2C or not 2C

The curious history of the two-degree safety fence for global warming


The idea of limiting global warming to less than two degrees is so routine now that you could be forgiven for thinking it’s a well worked out scientific principle - but it’s not. And there’s been a growing rumble of discontent among scientists, specially since a brief article in Nature last year by David Victor & Charles Kennel, and another this year by Oliver Geden.


Both essays make two important points: there are very good reasons for believing the two degree limit is now practically out of reach; and the target is a figment, an abstraction located in the future, a step or two removed from the kind of concrete, observable goal that is needed to motivate governments and policy makers.


“The best indicator has been there all along”, Victor & Kennel wrote, “the concentrations of CO2 and the other greenhouse gases (or the change in radiative forcing caused by those gases)”. These are continuously measured, accessible, cogent, and their meaning in terms of policy progress or otherwise is now patently clear to everyone.

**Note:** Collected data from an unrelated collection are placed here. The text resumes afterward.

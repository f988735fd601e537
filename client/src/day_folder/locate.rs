//! From the path of a field as the service names it back to file, line and column.

use super::DayFolder;

/// One step of a path: a field and, where it is a list, the index of an entry.
#[derive(Debug, PartialEq, Eq)]
struct Step<'a> {
    field: &'a str,
    index: Option<usize>,
}

impl DayFolder {
    /// Where the field of that path stands in the folder: `flights[12].points[3].level_ft` may be
    /// `points.csv:340: column level_fl`. A path that leads to no row of the folder is given back
    /// as it is.
    pub(crate) fn place_of(&self, path: &str) -> String {
        self.locate(path).unwrap_or_else(|| path.to_owned())
    }

    /// A text of the service in which paths of rows are named as files name them.
    pub(crate) fn in_file_terms(&self, text: &str) -> String {
        let is_path = |letter: char| letter.is_ascii_alphanumeric() || "_[].".contains(letter);
        let mut out = String::with_capacity(text.len());
        let mut rest = text;
        while let Some(start) = rest.find(is_path) {
            let (before, tail) = rest.split_at(start);
            let length = tail.find(|letter| !is_path(letter)).unwrap_or(tail.len());
            let (word, after) = tail.split_at(length);
            let path = word.trim_end_matches('.');
            out.push_str(before);
            match path.contains('[').then(|| self.locate(path)).flatten() {
                Some(place) => out.push_str(&place),
                None => out.push_str(path),
            }
            out.push_str(word.get(path.len()..).unwrap_or_default());
            rest = after;
        }
        out.push_str(rest);
        out
    }

    fn locate(&self, path: &str) -> Option<String> {
        let steps: Vec<Step<'_>> =
            path.split('.').filter(|part| !part.is_empty()).map(step).collect::<Option<_>>()?;
        let steps = match steps.as_slice() {
            [Step { field: "rows" | "header" | "content", index: None }, rest @ ..] => rest,
            all => all,
        };
        let (table, rest) = steps.split_first()?;
        let Some(row) = table.index else {
            return match table.field {
                "date" | "region" => Some(format!("day.toml: key {}", table.field)),
                "policy" => self.day.policy_place_of(rest.first()?.field),
                _ => None,
            };
        };
        let column = rest.first().map(|step| column_of(step.field));
        match table.field {
            "policy" => self.day.policy_place(row),
            "sectors" => self.locate_sector(row, rest),
            "capacities" => self.capacities.place(row, column),
            "airports" => self.airports.place(row, column),
            "airport_capacities" => self.airport_capacities.place(row, column),
            "aircraft" => self.aircraft.place(row, column),
            "fuel" => self.fuel.place(row, column.filter(|column| *column != "flow")),
            "flights" => self.locate_flight(row, rest),
            "proposals" => self.locate_proposal(row, rest),
            "restrictions" => self.locate_restriction(row, rest),
            "background" => self.background.place(row, column),
            "flows" => self.flows.place(row, column),
            "decisions" => self.decisions.place(row, column),
            _ => None,
        }
    }

    fn locate_sector(&self, sector: usize, rest: &[Step<'_>]) -> Option<String> {
        match rest {
            [Step { field: "volumes", index }, inner @ ..] => {
                self.sectors.place(sector, index.unwrap_or(0), level_of_volume(inner))
            }
            [Step { field, .. }, ..] => self.sectors.place(sector, 0, Some(column_of(field))),
            [] => self.sectors.place(sector, 0, None),
        }
    }

    fn locate_restriction(&self, restriction: usize, rest: &[Step<'_>]) -> Option<String> {
        match rest {
            [Step { field: "volumes", .. }, inner @ ..] => {
                self.restrictions.place(restriction, level_of_volume(inner))
            }
            [Step { field, .. }, ..] => {
                self.restrictions.place(restriction, Some(column_of(field)))
            }
            [] => self.restrictions.place(restriction, None),
        }
    }

    fn locate_flight(&self, flight: usize, rest: &[Step<'_>]) -> Option<String> {
        match rest {
            [Step { field: "points", index: Some(point) }, inner @ ..] => {
                let column = inner.first().map(|step| column_of(step.field));
                self.point_lines.place(flight, *point, column)
            }
            [Step { field: "points", index: None }, Step { field, index: Some(point) }] => {
                self.point_lines.place(flight, *point, Some(column_of(field)))
            }
            [Step { field: "points", index: None }, ..] => self.flights.place(flight, None),
            [Step { field, .. }, ..] => self.flights.place(flight, Some(column_of(field))),
            [] => self.flights.place(flight, None),
        }
    }

    fn locate_proposal(&self, proposal: usize, rest: &[Step<'_>]) -> Option<String> {
        match rest {
            [Step { field: "options", index }, inner @ ..] => {
                let option = index.unwrap_or(0);
                match inner {
                    [Step { field: "stretches", index }, inner @ ..] => {
                        let column = inner.first().map(|step| match step.field {
                            "from" => "from_time",
                            "until" => "until_time",
                            field => column_of(field),
                        });
                        self.proposals.place(proposal, option, index.unwrap_or(0), column)
                    }
                    [Step { field: "figures", .. }, Step { field, .. }, ..] => {
                        self.proposals.place(proposal, option, 0, Some(column_of(field)))
                    }
                    [Step { field, .. }, ..] => {
                        self.proposals.place(proposal, option, 0, Some(column_of(field)))
                    }
                    [] => self.proposals.place(proposal, option, 0, None),
                }
            }
            [Step { field, .. }, ..] => {
                self.proposals.place(proposal, 0, 0, Some(column_of(field)))
            }
            [] => self.proposals.place(proposal, 0, 0, None),
        }
    }
}

/// The property in which a field of a volume stands, if it has one of its own.
fn level_of_volume(rest: &[Step<'_>]) -> Option<&'static str> {
    match rest.first()?.field {
        "floor_ft" => Some("floor_fl"),
        "ceiling_ft" => Some("ceiling_fl"),
        _ => None,
    }
}

/// The column in which a field of the wire stands.
fn column_of(field: &str) -> &str {
    match field {
        "lon_deg" => "lon",
        "lat_deg" => "lat",
        "level_ft" => "level_fl",
        "from_level_ft" => "from_level_fl",
        "to_level_ft" => "to_level_fl",
        "levels_allowed_ft" => "levels_allowed",
        "ceiling_ft" => "ceiling_fl",
        "floor_ft" => "floor_fl",
        "title" => "name",
        "time" | "seconds_after_epoch" | "time_s" => "time",
        other => other,
    }
}

/// Reads one step, `field` or `field[index]`.
fn step(part: &str) -> Option<Step<'_>> {
    match part.split_once('[') {
        None => Some(Step { field: part, index: None }),
        Some((field, tail)) => {
            let index = tail.strip_suffix(']')?.parse().ok()?;
            Some(Step { field, index: Some(index) })
        }
    }
}

#[cfg(test)]
mod tests {
    use super::*;

    #[test]
    fn steps_are_read_with_their_index() {
        assert_eq!(step("points[3]"), Some(Step { field: "points", index: Some(3) }));
        assert_eq!(step("level_ft"), Some(Step { field: "level_ft", index: None }));
        assert_eq!(step("points[x]"), None);
        assert_eq!(step("points[3"), None);
    }
}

Why haven’t we been using them instead, they ask. The answer seems to be: politics.


Needless to say, these views weren’t shared by all. Still, these scientists were not the first to voice alarm at the way decision makers have been treating the 2℃ limit creatively. Kevin Anderson at UK’s Tyndall Centre has been explaining just how challenging two degrees really is for some years. James Hansen realised that advances in paleoclimatology had shown it to be unsafe by the time he published his Target Atmospheric CO2 paper in 2008.


You may be surprised to know that the first person to advocate a two degree limit for warming was an economist, not a scientist, and he published his view in 1975.

“As a first approximation, it seems reasonable to argue that the climatic effects of carbon dioxide should be kept within the normal range of long-term climatic variation. According to most sources the range of variation between distinct climatic regimes is in the order of 5°C, and at the present time the global climate is at the high end of this range. If there were global temperatures more than 2 or 3° above the current average temperature, this would take the climate outside of the range of observations which have been made over the last several hundred thousand years”.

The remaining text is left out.